Showing posts with label sleepless. Show all posts
Showing posts with label sleepless. Show all posts

Thursday, March 17

Back? Maybe...

Um yeah...

So I did a small facelift for my blog. I'm gonna keep changing it until I feel like it suits me fine. This will be good enough for now.

I've been idle for a while because I disliked the layout so much that I just didn't want to post anything. I feel though, as if I actually should blog. Not necessarily blog, but write. I've always been writing a lot of diary/rants in notebooks during and in between classes, on the bus and whenever I had some time. But now that I'm not in school or at some kind of day-activity involving writing, I really have no routine to write, but if I don't, I end up blabbering to oblivion once I do meet a living soul that isn't my "pet".

So, therefore I am gonna start writing again. I know there's not really anyone reading this blog, and I feel like doing a touch-up on theme and how I blog. I want it to be more fun and involve simple comic strips or descriptive images. I want to joke about the butt; the "pet me" butt that taunts me, and does all it can to make me pet it. I simply can't resist! It's so cute!

...

The new header is just umh eh what?. I am gonna modify it later to fit my likings better. I just can't seem to settle on an idea I want to keep.

I'm gonna make an introductory comic about the whole "modern-day vampire"-thing so it WILL make sense later.

Now I'm gonna see what I can do about my insomnia. To bed!

Tuesday, November 9

Sleepless in Seattle...

...or Orust, whichever suits my location best.

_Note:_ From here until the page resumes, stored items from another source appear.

package ingest

import (
	"fmt"
	"time"

	"github.com/nats-io/nats.go/jetstream"

	"driftfit/store"
)

// commitToken travels down every worker queue behind the readings of one
// commit; each worker answers with a snapshot of what changed.
type commitToken struct {
	parts chan part
}

type part struct {
	w       *worker
	batch   *store.Batch
	applied uint64
	acks    []func(error) // told the commit's outcome
	err     error
}

type commitReq struct {
	tok      *commitToken
	pos      uint64 // stream position the state corresponds to; 0 in direct mode
	ack      jetstream.Msg
	issued   time.Time
	finished chan struct{} // closed once the commit is written (or failed)
}

// commit cuts the stream at the last message handled: every worker
// snapshots its changed sensors once it has applied everything before the
// cut, and the committer writes the snapshots and the position in one
// transaction. It blocks while a commit is queued behind the one
// writing, which is what bounds the work in flight; Run asks
// committerFree first, except for the last commit.
func (s *Service) commit() *commitReq {
	s.flush()
	tok := &commitToken{parts: make(chan part, len(s.workers))}
	for _, w := range s.workers {
		w.in <- &workBatch{token: tok}
	}
	req := commitReq{tok: tok, issued: time.Now(), finished: make(chan struct{})}
	if s.o.Mode == ModeStream {
		req.pos, req.ack = s.lastSeq, s.lastMsg
	}
	s.commits <- req
	s.commitBase, s.sinceAck, s.dirty, s.urgent = s.applied.Load(), 0, false, false
	return &req
}

// committerFree reports whether a commit can be queued without waiting.
// A commit writes the sensors touched since the last one, whatever the
// count of readings, so while the committer is busy it is cheaper to keep
// applying and commit more readings at once than to wait: with 10,000
// sensors touched, a commit with fsync takes about 0.3 s on a 2-core VM
// (store's BenchmarkCommit), and waiting on it capped ingest at about
// CommitReadings per commit time. Only the dispatcher sends on s.commits,
// so a free slot cannot fill before commit uses it.
func (s *Service) committerFree() bool { return len(s.commits) < cap(s.commits) }

// snapshot answers a commit token: the changed panes, specs and horizons
// of the sensors touched since the last token, and the fits recorded at
// pane closes.
func (w *worker) snapshot(tok *commitToken) {
	b := <-w.pool
	var err error
	for _, ref := range w.touch {
		ref.st.touched = false
		if ref.st.dropped {
			ref.st.dropped = false
			if e := b.DropPanes(ref.id); e != nil && err == nil {
				err = fmt.Errorf("sensor %s: %w", ref.id, e)
			}
			if e := b.SetRestart(ref.id, ref.st.since); e != nil && err == nil {
				err = fmt.Errorf("sensor %s: %w", ref.id, e)
			}
		}
		if e := b.Sensor(ref.id, ref.st.sensor); e != nil && err == nil {
			err = fmt.Errorf("sensor %s: %w", ref.id, e)
		}
	}
	clear(w.touch)
	w.touch = w.touch[:0]
	for i := range w.hist {
		h := &w.hist[i]
		if e := b.Record(h.ref.id, &h.sol); e != nil && err == nil {
			err = fmt.Errorf("fit record of %s: %w", h.ref.id, e)
		}
	}
	clear(w.hist)
	w.hist = w.hist[:0]
	for _, out := range w.outs {
		if e := b.Alerts(out); e != nil && err == nil {
			err = fmt.Errorf("alert state of %s: %w", out.Sensor, e)
		}
	}
	clear(w.outs)
	w.outs = w.outs[:0]
	acks := w.acks
	w.acks = nil
	tok.parts <- part{w: w, batch: b, applied: w.applied, acks: acks, err: err}
}

// committer writes commits in order, then acknowledges them on the bus.
// It is the only writer of the DB while the service runs.
func (s *Service) committer() {
	var pruneNext time.Time
	var acked uint64
	for req := range s.commits {
		parts := make([]part, 0, len(s.workers))
		applied := s.appliedBase
		var err error
		for range s.workers {
			p := <-req.tok.parts
			parts = append(parts, p)
			applied += p.applied
			if p.err != nil && err == nil {
				err = p.err
			}
		}
		batches := make([]*store.Batch, len(parts))
		for i := range parts {
			batches[i] = parts[i].batch
		}
		if req.pos != 0 {
			batches[0].SetPosition(req.pos)
		}
		batches[0].SetApplied(applied)
		for _, it := range s.outbox.takeDone() {
			batches[0].OutboxDone(it.Lane, it.Seq)
		}
		var st store.CommitStats
		t0 := time.Now()
		if err == nil {
			st, err = s.o.DB.Commit(batches...)
		}
		for _, p := range parts {
			p.w.pool <- p.batch
		}
		if err != nil {
			err = fmt.Errorf("ingest: commit at position %d: %w", req.pos, err)
			for _, p := range parts {
				for _, a := range p.acks {
					a(err)
				}
			}
			// The file keeps the last good commit; Run stops, and a
			// restart resumes from that commit's position.
			s.fail(err)
			close(req.finished)
			wake(s.freed)
			continue
		}
		s.outbox.committed(st.Outbox)
		for _, p := range parts {
			for _, a := range p.acks {
				a(nil)
			}
		}
		took := time.Since(t0)
		if req.pos != 0 {
			s.position.Store(req.pos)
		}
		if m := s.o.Metrics; m != nil {
			m.CommitTime.Observe(took.Seconds())
			m.CommitBytes.Add(float64(st.Bytes))
		}
		s.log.Debug().Uint64("position", req.pos).Int("bytes", st.Bytes).Int("puts", st.Puts).Dur("took", took).Msg("committed")
		if req.ack != nil && req.pos > acked {
			acked = req.pos
			if err := req.ack.Ack(); err != nil {
				s.log.Warn().Err(err).Uint64("position", req.pos).Msg("acknowledgement not sent")
			}
		}
		if r := s.o.HistoryRetention; r > 0 && !time.Now().Before(pruneNext) {
			n, more, err := s.o.DB.PruneHistory(s.o.Now().Add(-r), 500)
			switch {
			case err != nil:
				s.log.Error().Err(err).Msg("history retention")
				pruneNext = time.Now().Add(time.Minute)
			case more:
				// Keep going, one small chunk per commit.
			default:
				pruneNext = time.Now().Add(time.Minute)
			}
			if n > 0 {
				s.log.Debug().Int("n", n).Msg("old fit history deleted")
			}
		}
		close(req.finished)
		wake(s.freed)
	}
}

// fail reports a fatal error to Run once.
func (s *Service) fail(err error) {
	select {
	case s.fatal <- err:
	default:
	}
}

Haven't slept at all tonight, despite being tired beyond belief. I even have a tiredness headache.

Today's irony is that I will be driving the very same car I always were wishing would drive by me, for 3 years, as I walked home from the bus from school. The car used to belong to our/my father's only neighbors further in on the same road, my dad got it from them as a thank you for helping them with something, most likely car-related.

I'm a bit nostalgic about the "Maybe they'll drive by?" mantra all those cold, windy days. My neighbors used to pick me up and give me a ride when they passed me, and BOY did I appreciate it, having to walk a little more than 3km, mostly uphill and with one really hellish hill that I still think "Haha, I BEAT YOU!" every time I drive up it myself with moped or car. I don't drive a moped any more, having a driver's license and all... But it's still a small victory to not have to walk up that hill. I have learned how to mentally block remembering walking up that hill, it's like cutting out an unpleasant memory and voila! I'm up the hill! Mental tricks FTW!

Gonna spend my time today trying to learn how to draw women hips and butts.

Good day.

Friday, November 5

Can't Sleep

Not feeling well. Tired like I dunno what, but I still can not sleep. Sweets is lying sleeping, and I just left his side to write something before I try to sleep again.

I'm trapped inside not only my own mind, but my own body.
This imprisonment, what limits me is not the borders of my mind,
but rather the focus of my body.
There's not enough to keep my mind running any more.
There's not enough for anything really.
I used to be without boundaries,
I used to be the alpha and omega of my own reality.
Now look at me; this hollow shell of a being.
I am now only limitations and bound tight.

Good night.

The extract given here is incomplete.